§ Problem details
From the data below, please reproduce exactly everything from the line that contains "const line = asBuilt.get(ref)!;" down to the line that contains "if (k === 7 && i >= 40", with both ends included.

§ Records

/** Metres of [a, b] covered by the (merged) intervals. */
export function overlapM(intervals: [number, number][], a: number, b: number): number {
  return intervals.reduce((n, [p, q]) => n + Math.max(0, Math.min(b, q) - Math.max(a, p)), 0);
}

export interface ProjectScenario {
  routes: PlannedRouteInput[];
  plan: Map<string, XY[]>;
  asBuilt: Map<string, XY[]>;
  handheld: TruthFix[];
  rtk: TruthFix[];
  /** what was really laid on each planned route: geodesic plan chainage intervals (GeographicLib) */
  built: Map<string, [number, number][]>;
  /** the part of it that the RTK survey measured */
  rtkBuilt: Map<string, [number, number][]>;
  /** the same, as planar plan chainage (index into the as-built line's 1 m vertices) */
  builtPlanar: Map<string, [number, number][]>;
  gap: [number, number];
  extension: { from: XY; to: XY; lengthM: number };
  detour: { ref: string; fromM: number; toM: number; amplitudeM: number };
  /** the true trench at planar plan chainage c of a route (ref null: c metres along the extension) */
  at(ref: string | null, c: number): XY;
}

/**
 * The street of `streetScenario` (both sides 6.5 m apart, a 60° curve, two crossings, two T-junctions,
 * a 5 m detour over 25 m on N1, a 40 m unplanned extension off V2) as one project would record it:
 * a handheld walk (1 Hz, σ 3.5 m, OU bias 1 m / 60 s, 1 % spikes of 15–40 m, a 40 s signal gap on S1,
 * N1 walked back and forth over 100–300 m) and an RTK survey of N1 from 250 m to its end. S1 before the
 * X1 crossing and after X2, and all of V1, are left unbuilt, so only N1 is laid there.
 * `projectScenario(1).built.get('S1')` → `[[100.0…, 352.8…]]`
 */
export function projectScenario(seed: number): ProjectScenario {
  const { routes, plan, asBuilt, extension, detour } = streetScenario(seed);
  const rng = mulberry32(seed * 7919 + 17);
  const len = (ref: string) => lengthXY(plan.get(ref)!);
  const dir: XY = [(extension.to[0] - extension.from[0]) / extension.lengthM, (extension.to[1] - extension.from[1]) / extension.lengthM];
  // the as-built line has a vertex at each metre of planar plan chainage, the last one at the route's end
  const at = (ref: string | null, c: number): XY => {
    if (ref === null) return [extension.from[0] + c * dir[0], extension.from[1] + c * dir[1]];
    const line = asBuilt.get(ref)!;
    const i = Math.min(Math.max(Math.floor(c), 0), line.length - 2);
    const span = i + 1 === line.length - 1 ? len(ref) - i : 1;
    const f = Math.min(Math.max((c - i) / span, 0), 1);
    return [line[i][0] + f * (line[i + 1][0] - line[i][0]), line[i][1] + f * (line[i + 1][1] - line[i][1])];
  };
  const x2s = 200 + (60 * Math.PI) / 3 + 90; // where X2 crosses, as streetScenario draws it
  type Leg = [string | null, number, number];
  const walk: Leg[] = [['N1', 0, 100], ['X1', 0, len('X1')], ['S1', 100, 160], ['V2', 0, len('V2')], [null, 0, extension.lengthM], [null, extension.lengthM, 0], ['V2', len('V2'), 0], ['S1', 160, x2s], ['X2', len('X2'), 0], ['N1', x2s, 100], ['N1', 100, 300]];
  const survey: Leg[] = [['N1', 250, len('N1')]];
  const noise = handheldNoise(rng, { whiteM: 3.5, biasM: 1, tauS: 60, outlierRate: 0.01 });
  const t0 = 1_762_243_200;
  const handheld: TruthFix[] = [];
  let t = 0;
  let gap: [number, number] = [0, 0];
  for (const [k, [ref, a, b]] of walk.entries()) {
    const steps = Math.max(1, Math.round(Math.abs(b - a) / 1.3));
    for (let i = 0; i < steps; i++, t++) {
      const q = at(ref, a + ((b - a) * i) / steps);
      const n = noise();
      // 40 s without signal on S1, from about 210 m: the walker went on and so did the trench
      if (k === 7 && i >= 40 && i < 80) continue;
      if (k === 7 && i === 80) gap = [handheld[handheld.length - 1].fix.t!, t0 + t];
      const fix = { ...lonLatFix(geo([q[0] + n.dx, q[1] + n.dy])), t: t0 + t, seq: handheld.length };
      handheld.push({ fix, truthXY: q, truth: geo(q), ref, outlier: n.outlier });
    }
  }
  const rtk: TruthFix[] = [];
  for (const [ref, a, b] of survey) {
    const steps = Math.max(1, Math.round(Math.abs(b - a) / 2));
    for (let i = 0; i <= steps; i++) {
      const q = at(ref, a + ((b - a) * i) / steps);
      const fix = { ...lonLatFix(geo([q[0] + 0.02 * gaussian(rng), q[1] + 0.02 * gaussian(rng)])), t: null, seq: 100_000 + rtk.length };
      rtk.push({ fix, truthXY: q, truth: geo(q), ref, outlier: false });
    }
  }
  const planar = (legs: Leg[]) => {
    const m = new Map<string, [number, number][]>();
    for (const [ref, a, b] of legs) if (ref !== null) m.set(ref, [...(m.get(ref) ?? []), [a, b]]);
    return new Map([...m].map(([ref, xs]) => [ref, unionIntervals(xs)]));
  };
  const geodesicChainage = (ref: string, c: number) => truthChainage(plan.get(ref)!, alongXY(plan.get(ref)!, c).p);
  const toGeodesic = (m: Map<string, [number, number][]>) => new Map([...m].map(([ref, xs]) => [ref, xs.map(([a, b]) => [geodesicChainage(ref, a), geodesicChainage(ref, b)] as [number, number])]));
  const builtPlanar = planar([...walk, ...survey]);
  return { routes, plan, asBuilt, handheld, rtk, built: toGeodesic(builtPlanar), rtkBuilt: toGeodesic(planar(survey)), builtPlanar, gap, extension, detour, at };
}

§ Task response
    const line = asBuilt.get(ref)!;
    const i = Math.min(Math.max(Math.floor(c), 0), line.length - 2);
    const span = i + 1 === line.length - 1 ? len(ref) - i : 1;
    const f = Math.min(Math.max((c - i) / span, 0), 1);
    return [line[i][0] + f * (line[i + 1][0] - line[i][0]), line[i][1] + f * (line[i + 1][1] - line[i][1])];
  };
  const x2s = 200 + (60 * Math.PI) / 3 + 90; // where X2 crosses, as streetScenario draws it
  type Leg = [string | null, number, number];
  const walk: Leg[] = [['N1', 0, 100], ['X1', 0, len('X1')], ['S1', 100, 160], ['V2', 0, len('V2')], [null, 0, extension.lengthM], [null, extension.lengthM, 0], ['V2', len('V2'), 0], ['S1', 160, x2s], ['X2', len('X2'), 0], ['N1', x2s, 100], ['N1', 100, 300]];
  const survey: Leg[] = [['N1', 250, len('N1')]];
  const noise = handheldNoise(rng, { whiteM: 3.5, biasM: 1, tauS: 60, outlierRate: 0.01 });
  const t0 = 1_762_243_200;
  const handheld: TruthFix[] = [];
  let t = 0;
  let gap: [number, number] = [0, 0];
  for (const [k, [ref, a, b]] of walk.entries()) {
    const steps = Math.max(1, Math.round(Math.abs(b - a) / 1.3));
    for (let i = 0; i < steps; i++, t++) {
      const q = at(ref, a + ((b - a) * i) / steps);
      const n = noise();
      // 40 s without signal on S1, from about 210 m: the walker went on and so did the trench
      if (k === 7 && i >= 40 && i < 80) continue;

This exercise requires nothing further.